Ohio and its county governments will be on the hook in the fall for about $50 million worth of additional costs to administer the federal Supplemental Nutrition Assistance Program, or SNAP, and questions are looming about the program’s future.
SNAP, which assists low-income Americans and families, is almost entirely federally funded and has been that way for decades. States have only shared administrative costs. But the program is set to structurally change nationwide over the next few years to cover the tax cuts in the sweeping legislation known as the One Big Beautiful Bill.
For one, the federal government will reduce its share of costs to administer SNAP in a given state, from 50% to 25%. That means Ohio is staring down SNAP administrative shortfalls of more than $50 million starting in October.
The Ohio House Finance committee advanced legislation Tuesday to cover all of its additional costs and $12.5 million of counties’ $38.2 million additional costs.

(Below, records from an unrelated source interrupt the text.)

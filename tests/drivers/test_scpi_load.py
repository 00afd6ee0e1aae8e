"""The SCPI generator's output load check through the real protocol path (pyvisa-py over TCP
to the loopback emulator): a load setting that differs from the rig's is refused before the
output is ever switched on; a matching one is confirmed and recorded; ``set_load = true``
sets it; an instrument that does not know ``OUTP:LOAD?`` is said to be unconfirmed and used.
"""

from __future__ import annotations

import logging
import math

import pytest

from app.errors import ConfigError
from drivers.errors import DriverError
from drivers.scpi_generator import (InstrumentError, OutputLoadMismatch, ScpiGenerator, load_from_answer,
                                    parse_load, voltage_factor)
from scpi_emulator import ScpiEmulator, delivered_v
from test_scpi_generator import make_rig

LOG = "drivers.scpi_generator"


def opened(emu: ScpiEmulator, **table) -> ScpiGenerator:
    return ScpiGenerator(make_rig(emu, **table))


def test_voltage_across_a_load_the_instrument_did_not_assume():
    """A 50 ohm source set for a 50 ohm load doubles into an open circuit, halves the other way
    (voltage divider with the source impedance; common practice)."""
    assert voltage_factor(50.0, math.inf) == pytest.approx(2.0)
    assert voltage_factor(math.inf, 50.0) == pytest.approx(0.5)
    assert voltage_factor(50.0, 50.0) == voltage_factor(math.inf, math.inf) == pytest.approx(1.0)
    assert delivered_v(1.0, 50.0, math.inf) == pytest.approx(2.0)     # the emulator agrees
    assert delivered_v(1.0, 600.0, 600.0) == pytest.approx(1.0)


def test_load_answers_and_rig_values_are_read():
    # SCPI-1999: 9.9E37 stands for infinity; INF is also answered by some instruments (from memory)
    for answer, ohm in (("+5.000000000E+01", 50.0), ("50", 50.0), ("INF", math.inf), ("+9.9E+37", math.inf),
                        ("9.90000000E+37", math.inf), ("-113,\"Undefined header\"", None), ("HIGH", None), ("", None)):
        assert load_from_answer(answer) == ohm, answer
    for value, ohm in ((50, 50.0), ("600 ohm", 600.0), ("50 Ω", 50.0), ("high-z", math.inf), ("High-Z", math.inf),
                       ("inf", math.inf), (math.inf, math.inf), ("-3 ohm", None), ("lots", None), (True, None)):
        assert parse_load(value) == ohm, value


def test_a_50_ohm_setting_into_a_high_z_input_is_refused_before_any_output():
    """The reproduction: a generator left at its 50 ohm default (after *RST) drives an amplifier's
    high-impedance input; the emulator shows what the amplifier would really get: twice."""
    with ScpiEmulator() as emu:
        assert emu.state.load_ohm == 50.0 and emu.connected_load_ohm == math.inf
        with pytest.raises(OutputLoadMismatch) as err:
            opened(emu, load="high-z")
        text = str(err.value)
        for part in (emu.resource, "'+5.000000000E+01' (50 ohm)", "drives high impedance (hardware.scpi.load)",
                     "2x the commanded voltage", '"OUTP:LOAD INF"', "hardware.scpi.set_load = true",
                     "*RST restores", "set hardware.scpi.load = 50"):
            assert part in text, part
        assert emu.commands("OUTP:LOAD?") and not emu.commands("OUTP ON") and emu.state.output is False
        assert emu.state.load_ohm == 50.0                    # never changed without being asked
        emu.state.peak_v, emu.state.output = 0.5, True       # what driving it would have done:
        assert emu.delivered_peak_v == pytest.approx(1.0)    # 1 Vpp shown, 1 V peak delivered


def test_a_high_z_setting_into_a_50_ohm_input_is_refused_too():
    with ScpiEmulator(default_load_ohm=math.inf, connected_load_ohm=50.0) as emu:
        with pytest.raises(OutputLoadMismatch, match=r"'\+9.9E\+37' \(high impedance\).*drives 50 ohm .*not set"
                                                     r".*0.5x.*\"OUTP:LOAD 50\".*hardware.scpi.load = \"high-z\""):
            opened(emu)                                      # no load key: 50 ohm assumed


@pytest.mark.parametrize("rig_load, instrument_ohm, inf_answer", [
    ("high-z", math.inf, "INF"),
    ("inf", math.inf, "+9.9E+37"),
    (50, 50.0, "INF"),
    ("600 ohm", 600.0, "INF"),
])
def test_a_matching_load_is_confirmed_before_the_output_goes_on(rig_load, instrument_ohm, inf_answer, caplog):
    with ScpiEmulator(default_load_ohm=instrument_ohm, inf_answer=inf_answer, connected_load_ohm=instrument_ohm) as emu:
        g = opened(emu, load=rig_load)
        try:
            ident = g.identity()
            assert ident["load_check"] == "confirmed"
            assert ident["load_instrument"] == (inf_answer if math.isinf(instrument_ohm) else f"{instrument_ohm:+.9E}")
            assert ident["load_rig"] == ("high impedance" if math.isinf(instrument_ohm) else f"{instrument_ohm:g} ohm")
            g.set_drive(200.0, 0.3)
            assert emu.received.index("OUTP:LOAD?") < emu.received.index("OUTP ON")
            assert emu.delivered_peak_v == pytest.approx(0.3)      # what was asked is what arrives
        finally:
            g.stop()
    assert not [r for r in caplog.records if r.name == LOG and r.levelno >= logging.WARNING]


def test_an_unstated_load_is_assumed_50_ohm_with_a_warning(caplog):
    with ScpiEmulator() as emu:
        g = opened(emu)
        g.stop()
    assert g.identity()["load_rig"] == "50 ohm (assumed)" and g.identity()["load_check"] == "confirmed"
    assert any("hardware.scpi.load is not set" in r.getMessage() for r in caplog.records if r.name == LOG)


def test_set_load_true_sets_the_instrument_then_confirms_it():
    with ScpiEmulator() as emu:
        g = opened(emu, load="high-z", set_load=True)
        try:
            assert emu.state.load_ohm == math.inf and g.identity()["load_check"] == "set and confirmed"
            assert emu.received.index("OUTP:LOAD INF") < emu.received.index("OUTP:LOAD?")
            assert emu.received.index("OUTP OFF") < emu.received.index("OUTP:LOAD INF")   # never with the output on
            g.set_drive(200.0, 0.4)
            assert emu.delivered_peak_v == pytest.approx(0.4)
        finally:
            g.stop()


def test_an_instrument_that_does_not_know_the_query_is_used_unconfirmed(caplog):
    with ScpiEmulator(load_supported=False) as emu:
        g = opened(emu, load="high-z", timeout="0.5 s")
        try:
            check = g.identity()["load_check"]
            assert check.startswith("not confirmed (no answer to OUTP:LOAD? within 0.5 s")
            assert '-113,"Undefined header"' in check                # SCPI-1999 error list
            assert any("could not be confirmed" in r.getMessage() and r.levelno == logging.WARNING
                       for r in caplog.records if r.name == LOG)
            g.set_drive(200.0, 0.25)                                 # the session is not confused after it
            s = g.actual_settings()
            assert (s.freq_hz, s.output_on) == (200.0, True) and s.amplitude_v == pytest.approx(0.25)
        finally:
            g.stop()
        assert emu.state.output is False


def test_an_instrument_that_answers_the_query_with_an_error_text_is_unconfirmed():
    with ScpiEmulator(inf_answer='-113,"Undefined header"', default_load_ohm=math.inf) as emu:
        g = opened(emu, load="high-z")
        assert g.identity()["load_check"] == "not confirmed (OUTP:LOAD? answered '-113,\"Undefined header\"')"
        g.stop()


def test_set_load_on_an_instrument_without_it_is_refused():
    with ScpiEmulator(load_supported=False) as emu:
        with pytest.raises(InstrumentError, match=r'-113,"Undefined header" after: OUTP OFF; OUTP:LOAD INF'):
            opened(emu, load="high-z", set_load=True, timeout="0.5 s")
        assert not emu.commands("OUTP ON")


def test_set_load_that_the_instrument_does_not_take_is_refused():
    with ScpiEmulator() as emu:
        with pytest.raises(DriverError, match=r"-222,\"Data out of range\" after: OUTP OFF; OUTP:LOAD 1e\+06"):
            opened(emu, load=1e6, set_load=True)


def test_load_keys_are_checked():
    with pytest.raises(ConfigError) as err:
        ScpiGenerator(make_rig(None, resource="TCPIP0::127.0.0.1::1::SOCKET", load="high-z", amplitude_unit="DBM",
                               set_load="yes"))
    text = str(err.value)
    assert "hardware.scpi.amplitude_unit: DBM needs a finite load" in text
    assert "hardware.scpi.set_load: expected true or false, got 'yes'" in text
    with pytest.raises(ConfigError, match=r'hardware.scpi.load: expected a resistance in ohms > 0 or "high-z"'):
        ScpiGenerator(make_rig(None, resource="TCPIP0::127.0.0.1::1::SOCKET", load="open"))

Democratic members of the House Finance committee were critical of how that $12.5 million would be divided among counties in House Bill 730, arguing it was not based on needs and covered only a tiny amount of the shortfalls in the biggest counties in the state, like Cuyahoga County.
“While we are grateful that more money is going into the system, this distribution model of going to $1 a county until your bucket’s full doesn't work,” Rep. Chris Glassburn (D–North Olmsted) told reporters.
Could Ohio ditch county-level SNAP administration?
Starting in 2028, Ohio could have to absorb 10% of the benefit costs for its own SNAP program, too.
In 2024, Ohio had an error rate of 9%, which is the measure of its eligibility and benefit determinations. Any state with an error rate higher than 6% will have to shoulder anywhere from 5% to 15% of benefit costs under the “One Big Beautiful Bill” Act.
In an effort to lower its error rate, House Finance Chair Rep. Brian Stewart told reporters Tuesday he thinks the state needs to take administration over from counties altogether.
“It’s one thing to have a state benefit program administered at the county level when you’re sharing the costs,” Stewart said. “Through this process, we’ve seen, a lot of counties don’t think they should have any share of the cost of maintaining this, and I think that’s just unsustainable.”
Ohio is one of only 10 states that delegates administering SNAP to its counties, according to U.S. Department of Agriculture data.